The eRADS system: The description of each trait of the described lesion allows for the automatic definition of its clinical significance probability. Source: eRADS system, Applied Artificial Intelligence Laboratory.
We propose our proprietary solution to this problem: we have prepared a special tool for radiologists. The doctor’s task will involve the definition of traits on a form instead of writing it by hand. High-quality data sets will be obtained during that process, will be used for research on the malignant lesion assessment standards. Thanks to this approach we get a beautiful database for artificial intelligence algorithms, and on the basis of the filled out form, a structured report is automatically generated.
We’ve just started our work. We gather thirty cases for assessment by six radiologists: three of them experienced and three inexperienced. A retest is conducted after a month. This is also interesting from a psychological point of view: we will conduct this study in collaboration with the cognitive psychologists at the SWPS University of Social Sciences and Humanities. Will significant differences arise between radiologists? Will a physician assess the case after a month the same way they did the first time? I’m really curious what the result of this is going to be. My experiences, apart from computer science, cover psychology too. While I was studying, I worked on a tool to study susceptibility to optical illusions. (VIS – Visual Illusion Simulation), because we’re all born with a certain degree of susceptibility. And now the question is how susceptible to illusion are radiologists?

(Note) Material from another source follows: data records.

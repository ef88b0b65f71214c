import { appStore } from '../store/appStore';

/** The invented demo, served from public/scenarios (relative, so the app works under any base path). */
export const DEMO_SCENARIO_URL = 'scenarios/demo.json';

/** Fetches a scenario document and hands it to the store; failures end up in the store too. */
export async function openScenario(url: string): Promise<void> {
  const { beginScenarioLoad, applyScenarioText, failScenarioLoad } = appStore.getState();
  beginScenarioLoad(url);
  let text: string;
  try {
    const response = await fetch(url);
    if (!response.ok) throw new Error(`HTTP ${response.status} ${response.statusText}`.trim());
    text = await response.text();
  } catch (error) {
    const reason = error instanceof Error ? error.message : String(error);
    failScenarioLoad(url, `could not be fetched (${reason})`);
    return;
  }
  applyScenarioText(text, url);
}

When, based on an MRI, we will have precise enough methods to evaluate potentially malignant lesions, we’ll be able to significantly reduce the number of patients who are referred for biopsies.
How do the brave ones feel, the ones who volunteered to take part in the project? Are they afraid?
Possibly. People don’t like to discover that they could be wrong. But they realise the system will serve to support radiologists.
But also a threat. Won’t this method soon force them out of work? Or, at least, won’t they lose their autonomy and professional intuition?
I think it’ll be dramatically different. There’s a shortage of radiologists. The MRI machines can work 24/7, but who’s going to analyse the scans? There are too few physicians. The system will make their job much easier. They will be able to analyse more scans at the same time, while their job comfort and the quality of their assessment and reports will increase.
Is there a visible generational difference in the approach to these methods?
Sure. Studies show that experienced specialists often think: ‘’I know what I’m doing. I’ve been doing this for so long. I know my effectiveness. Why would I need some tool, telling me what to do?’’ The younger generation are the opposite: they’re open to the introduction of solutions like this.
Unfortunately, thirty cases is a bit low. If we had 500, then it would be something. But such a dataset costs a lot. That’s why we’ve applied for a grant to the National Science Centre to collaborate with the Oslo University Hospital. As part of the collaboration, datasets from Polish and Norwegian research centres would be integrated, containing notes on a specially designed tool. This would be the biggest and the most precisely described open source mpMRI prostate data set that exists in the world.
I’m most pleased about the fact that the eRADS methodology we devised for prostate cancer MRI diagnosis will be a fantastic foundation to work on other neoplastic diseases.